The short question with which we are concerned in the present appeal is whether the activities carried on by the assessee could be treated as 'industrial undertaking'. If the assessee fulfils this condition then it would be entitled to claim weighted deduction under Section 35B. If, on the other hand, it fails to fulfil this condition, it would not be entitled to claim weighted deduction under that section. It is, no doubt, true that both the parties had elaborately argued the point involved in this appeal. However, in view of the latest decision of the Hon'ble Allahabad High Court in the case of Radhey Mohan Narain (supra), we do not think it necessary to discuss the various meanings of the words 'manufacture' and 'production' and 'Industrial Undertaking' etc. In the case of Radhey Mohan Narain (supra), the firm was engaged in buying plain cloth and, thereafter, cutting it into pieces and dyeing it in different colours. Thereafter, the bed-spreads, scarves, etc., were cut out from the rolls of plain cloth so dyed and printed which were sold in the market. On these facts, the assessee as well as its partners in that case claimed that it was an 'Industrial Undertaking' whereby the assessee and its partners could claim exemption under Section 5(1)(xxi) of the 1957 Act. The following observation appearing at pages 374 and 375 would be sufficient to dispose of the matter in the present appeal: In processing the original article need not lose its identity altogether but some changes are brought into it. When a cloth is dyed, printed and cut into pieces, the original identity of the cloth is not lost but a change is brought about as a result of going through these different processes and the end product is different from the feed in material.
The methods or techniques adopted to convert the plain white cloth into printed and dyed bed-spreads, scarves and garments entitles the business to be treated as an industrial undertaking belonging to the firm of which the assessee is a partner. The assessee is, therefore, entitled to claim exemption with regard to the value of his interest in the undertaking under Section 5(1)(xxxii) of the Act. (pp.

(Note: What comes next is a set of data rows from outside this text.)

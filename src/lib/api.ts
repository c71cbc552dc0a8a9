import { CSRF_COOKIE, CSRF_HEADER } from '@shared/types';
import type { ApiErrorBody } from '@shared/schemas/errors';

/** A failed API call, in the one error shape the server sends. */
export class ApiError extends Error {
  readonly status: number;
  readonly code: string;
  readonly fields: Record<string, string>;
  /** The whole error body: some errors carry more beside `error` (a 409's shortfalls, a 422's import report). */
  readonly body: unknown;

  constructor(status: number, code: string, message: string, fields: Record<string, string> = {}, body: unknown = null) {
    super(message);
    this.name = 'ApiError';
    this.status = status;
    this.code = code;
    this.fields = fields;
    this.body = body;
  }
}

export function isApiError(error: unknown, code?: string): error is ApiError {
  return error instanceof ApiError && (code === undefined || error.code === code);
}

/** A message a person can read for any thrown value. */
export function errorMessage(error: unknown): string {
  if (error instanceof ApiError) return error.message;
  return 'Something went wrong. Try again in a moment.';
}

type Query = Record<string, string | number | boolean | undefined | null>;

interface RequestOptions {
  body?: unknown;
  query?: Query;
  signal?: AbortSignal;
}

/*
 * A 401 from these means "not signed in" or "wrong password", which the calling screen shows
 * itself; any other 401 means the session ended, so the app sends the user to sign in.
 */
const SIGN_IN_ENDPOINTS = [
  '/api/auth/me',
  '/api/auth/login',
  '/api/auth/signup',
  '/api/auth/logout',
  '/api/auth/password-reset/',
  '/api/auth/invites/',
];

let onUnauthenticated: (() => void) | null = null;

/** The app registers what to do when the session has ended (clear "me", go to sign in). */
export function setUnauthenticatedHandler(handler: (() => void) | null): void {
  onUnauthenticated = handler;
}

function readCookie(name: string): string | null {
  for (const part of document.cookie.split(';')) {
    const [key, ...rest] = part.trim().split('=');
    if (key === name) return decodeURIComponent(rest.join('='));
  }
  return null;
}

function buildUrl(path: string, query?: Query): string {
  if (!query) return path;
  const params = new URLSearchParams();
  for (const [key, value] of Object.entries(query)) {
    if (value !== undefined && value !== null) params.set(key, String(value));
  }
  const qs = params.toString();
  return qs ? `${path}?${qs}` : path;
}

function errorFromBody(status: number, body: Partial<ApiErrorBody> | null): ApiError {
  const error = body?.error;
  if (error && typeof error.message === 'string') {
    return new ApiError(status, error.code ?? 'error', error.message, error.fields ?? {}, body);
  }
  if (status === 429) return new ApiError(429, 'rate_limited', 'Too many attempts. Wait a minute and try again.');
  if (status === 413) return new ApiError(413, 'too_large', 'That file is too large.');
  if (status >= 500) return new ApiError(status, 'server', 'The server could not finish that. Try again in a moment.');
  return new ApiError(status, 'error', 'That did not work. Try again in a moment.');
}

async function toApiError(response: Response): Promise<ApiError> {
  let body: Partial<ApiErrorBody> | null = null;
  try {
    body = (await response.json()) as Partial<ApiErrorBody>;
  } catch {
    body = null;
  }
  return errorFromBody(response.status, body);
}

async function request<T>(method: string, path: string, options: RequestOptions = {}): Promise<T> {
  const headers: Record<string, string> = { Accept: 'application/json' };
  if (options.body !== undefined) headers['Content-Type'] = 'application/json';
  if (method !== 'GET' && method !== 'HEAD') {
    const csrf = readCookie(CSRF_COOKIE);
    if (csrf) headers[CSRF_HEADER] = csrf;
  }

  let response: Response;
  try {
    response = await fetch(buildUrl(path, options.query), {
      method,
      headers,
      credentials: 'same-origin',
      body: options.body === undefined ? undefined : JSON.stringify(options.body),
      signal: options.signal,
    });
  } catch (cause) {
    if (cause instanceof DOMException && cause.name === 'AbortError') throw cause;
    throw new ApiError(0, 'network', 'Could not reach Guyline. Check your connection and try again.');
  }

  if (!response.ok) {
    const error = await toApiError(response);
    if (response.status === 401 && !SIGN_IN_ENDPOINTS.some((p) => path.startsWith(p))) onUnauthenticated?.();
    throw error;
  }
  if (response.status === 204) return undefined as T;
  const text = await response.text();
  if (!text) return undefined as T;
  try {
    return JSON.parse(text) as T;
  } catch {
    throw new ApiError(response.status, 'bad_response', 'The server sent an answer Guyline could not read. Try again in a moment.');
  }
}

/** The single fetch client: JSON in and out, same-origin cookies, the CSRF header on writes. */
export const api = {
  get: <T>(path: string, options?: Omit<RequestOptions, 'body'>) => request<T>('GET', path, options),
  post: <T>(path: string, body?: unknown, options?: RequestOptions) => request<T>('POST', path, { ...options, body }),
  put: <T>(path: string, body?: unknown, options?: RequestOptions) => request<T>('PUT', path, { ...options, body }),
  patch: <T>(path: string, body?: unknown, options?: RequestOptions) => request<T>('PATCH', path, { ...options, body }),
  delete: <T>(path: string, options?: RequestOptions) => request<T>('DELETE', path, options),
};

export interface UploadOptions {
  /** The multipart field name; `file` unless the endpoint says otherwise. */
  field?: string;
  query?: Query;
  /** Share sent so far, 0 to 1. */
  onProgress?: (fraction: number) => void;
  signal?: AbortSignal;
}

/**
 * Sends one file as multipart/form-data with the same cookies, CSRF header and error handling as
 * `api`. It uses XMLHttpRequest because fetch cannot report upload progress.
 */
export function uploadFile<T>(method: 'POST' | 'PUT', path: string, file: File, options: UploadOptions = {}): Promise<T> {
  return new Promise<T>((resolve, reject) => {
    const xhr = new XMLHttpRequest();
    xhr.open(method, buildUrl(path, options.query));
    xhr.withCredentials = true;
    xhr.setRequestHeader('Accept', 'application/json');
    const csrf = readCookie(CSRF_COOKIE);
    if (csrf) xhr.setRequestHeader(CSRF_HEADER, csrf);
    xhr.upload.onprogress = (event) => {
      if (event.lengthComputable) options.onProgress?.(event.loaded / event.total);
    };
    xhr.onerror = () => reject(new ApiError(0, 'network', 'Could not reach Guyline. Check your connection and try again.'));
    xhr.onabort = () => reject(new DOMException('The upload was stopped.', 'AbortError'));
    xhr.onload = () => {
      let body: unknown = null;
      try {
        body = xhr.responseText ? JSON.parse(xhr.responseText) : null;
      } catch {
        body = null;
      }
      if (xhr.status >= 200 && xhr.status < 300) {
        options.onProgress?.(1);
        resolve(body as T);
        return;
      }
      if (xhr.status === 401) onUnauthenticated?.();
      reject(errorFromBody(xhr.status, body as Partial<ApiErrorBody> | null));
    };
    options.signal?.addEventListener('abort', () => xhr.abort());
    const form = new FormData();
    form.append(options.field ?? 'file', file, file.name);
    xhr.send(form);
  });
}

374-75) In view of what is stated above, the stand taken on behalf of the assessee that it is an 'Industrial Undertaking' is unassailable. In this view of the matter, the assessee would be entitled to claim weighted deduction under Section 35B. However, since the ITO has not discussed individual items of the expenditure on which the assessee had claimed weighted deduction under Section 35B, it would be necessary to send the matter back to him for a fresh decision on this limited issue.
We would, therefore, set aside the orders of the income-tax authorities on this point and restore the case once more to the file of the ITO with a direction to give his decision afresh keeping in mind the observations made in this order and after giving an opportunity of being heard to the assessee in this regard.